Task to carry out = Repeat the data precisely as given.

Input data =

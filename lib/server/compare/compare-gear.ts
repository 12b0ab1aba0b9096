import { partsOf } from "@/db/queries/gear";
import { spanObservations } from "@/db/queries/log";
import { groupBy } from "@/lib/compare/group-by";
import { spreadOf, type Spread } from "@/lib/compare/group-figures";
import { describeMastPosition, describeShim } from "@/lib/gear/describe-setup";
import { requireUserId, type Context } from "@/lib/server/context/context";
import { scopeOf } from "@/lib/server/log/list-log";
import type { CompareBy, LogFilter } from "@/lib/server/log/log-filter";

export const COMPARED_FIGURES = ["bumpRidingSpeedMps", "best500mMps", "glideRatio", "onFoilShare"] as const;
export type ComparedFigure = (typeof COMPARED_FIGURES)[number];

export type ComparedGroup = {
  readonly key: string;
  readonly name: string;
  readonly sessions: number;
  readonly days: number;
  readonly onFoilTimeS: number;
  readonly figures: Readonly<Record<ComparedFigure, Spread | null>>;
};

type Observation = Awaited<ReturnType<typeof spanObservations>>[number];

function groupOf(
  row: Observation,
  by: CompareBy,
  partNames: ReadonlyMap<string, string>,
): { key: string; name: string } {
  const { setup } = row;
  const part = (id: string | null, missing: string) =>
    id === null ? { key: "none", name: missing } : { key: id, name: partNames.get(id) ?? missing };
  if (by === "front_wing") return part(setup.frontWingId, "No front wing entered");
  if (by === "rear_wing") return part(setup.rearWingId, "No rear wing entered");
  if (by === "shim") return { key: String(setup.shimStackDeg), name: describeShim(setup.shimStackDeg) };
  if (by === "mast_position") {
    const words = describeMastPosition(setup.mastPositionMm);
    return { key: String(setup.mastPositionMm), name: words ?? "Mast position not entered" };
  }
  return { key: setup.id, name: setup.name };
}

const DAY_MS = 86_400_000;

/**
 * Per setup, part or adjustment: sessions, days, time on foil, and the spread of four figures over the gear
 * spans of the asker's log that the filter leaves, the group with the most time on foil first. These are plain
 * medians: rider's form, wind and day are not taken out.
 */
export async function compareGear(ctx: Context, filter: LogFilter, by: CompareBy): Promise<ComparedGroup[]> {
  const ownerId = requireUserId(ctx);
  const [rows, parts] = await Promise.all([
    spanObservations(ctx.db.read, ownerId, scopeOf(filter)),
    partsOf(ctx.db.read, ownerId),
  ]);
  const partNames = new Map(parts.map((row) => [row.id, `${row.maker} ${row.model}`]));
  const groups = groupBy(rows, (row) => groupOf(row, by, partNames).key);
  return [...groups]
    .map(([key, members]) => ({
      key,
      name: members[0] === undefined ? key : groupOf(members[0], by, partNames).name,
      sessions: new Set(members.map((row) => row.sessionId)).size,
      days: new Set(members.map((row) => Math.floor(row.startMs / DAY_MS))).size,
      onFoilTimeS: members.reduce((sum, row) => sum + row.onFoilTimeS, 0),
      figures: Object.fromEntries(
        COMPARED_FIGURES.map((figure) => [figure, spreadOf(members.map((row) => row[figure]))]),
      ) as Record<ComparedFigure, Spread | null>,
    }))
    .sort((a, b) => b.onFoilTimeS - a.onFoilTimeS || a.name.localeCompare(b.name, "en"));
}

Result for this exercise =
filename lib/server/compare/compare-gear.ts
repository 12b0ab1aba0b9096
import { partsOf } from "@/db/queries/gear";
import { spanObservations } from "@/db/queries/log";
import { groupBy } from "@/lib/compare/group-by";
import { spreadOf, type Spread } from "@/lib/compare/group-figures";
import { describeMastPosition, describeShim } from "@/lib/gear/describe-setup";
import { requireUserId, type Context } from "@/lib/server/context/context";
import { scopeOf } from "@/lib/server/log/list-log";
import type { CompareBy, LogFilter } from "@/lib/server/log/log-filter";

export const COMPARED_FIGURES = ["bumpRidingSpeedMps", "best500mMps", "glideRatio", "onFoilShare"] as const;
export type ComparedFigure = (typeof COMPARED_FIGURES)[number];

export type ComparedGroup = {
  readonly key: string;
  readonly name: string;
  readonly sessions: number;
  readonly days: number;
  readonly onFoilTimeS: number;
  readonly figures: Readonly<Record<ComparedFigure, Spread | null>>;
};

type Observation = Awaited<ReturnType<typeof spanObservations>>[number];

function groupOf(
  row: Observation,
  by: CompareBy,
  partNames: ReadonlyMap<string, string>,
): { key: string; name: string } {
  const { setup } = row;
  const part = (id: string | null, missing: string) =>
    id === null ? { key: "none", name: missing } : { key: id, name: partNames.get(id) ?? missing };
  if (by === "front_wing") return part(setup.frontWingId, "No front wing entered");
  if (by === "rear_wing") return part(setup.rearWingId, "No rear wing entered");
  if (by === "shim") return { key: String(setup.shimStackDeg), name: describeShim(setup.shimStackDeg) };
  if (by === "mast_position") {
    const words = describeMastPosition(setup.mastPositionMm);
    return { key: String(setup.mastPositionMm), name: words ?? "Mast position not entered" };
  }
  return { key: setup.id, name: setup.name };
}

const DAY_MS = 86_400_000;

/**
 * Per setup, part or adjustment: sessions, days, time on foil, and the spread of four figures over the gear
 * spans of the asker's log that the filter leaves, the group with the most time on foil first. These are plain
 * medians: rider's form, wind and day are not taken out.
 */
export async function compareGear(ctx: Context, filter: LogFilter, by: CompareBy): Promise<ComparedGroup[]> {
  const ownerId = requireUserId(ctx);
  const [rows, parts] = await Promise.all([
    spanObservations(ctx.db.read, ownerId, scopeOf(filter)),
    partsOf(ctx.db.read, ownerId),
  ]);
  const partNames = new Map(parts.map((row) => [row.id, `${row.maker} ${row.model}`]));
  const groups = groupBy(rows, (row) => groupOf(row, by, partNames).key);
  return [...groups]
    .map(([key, members]) => ({
      key,
      name: members[0] === undefined ? key : groupOf(members[0], by, partNames).name,
      sessions: new Set(members.map((row) => row.sessionId)).size,
      days: new Set(members.map((row) => Math.floor(row.startMs / DAY_MS))).size,
      onFoilTimeS: members.reduce((sum, row) => sum + row.onFoilTimeS, 0),
      figures: Object.fromEntries(
        COMPARED_FIGURES.map((figure) => [figure, spreadOf(members.map((row) => row[figure]))]),
      ) as Record<ComparedFigure, Spread | null>,
    }))
    .sort((a, b) => b.onFoilTimeS - a.onFoilTimeS || a.name.localeCompare(b.name, "en"));
}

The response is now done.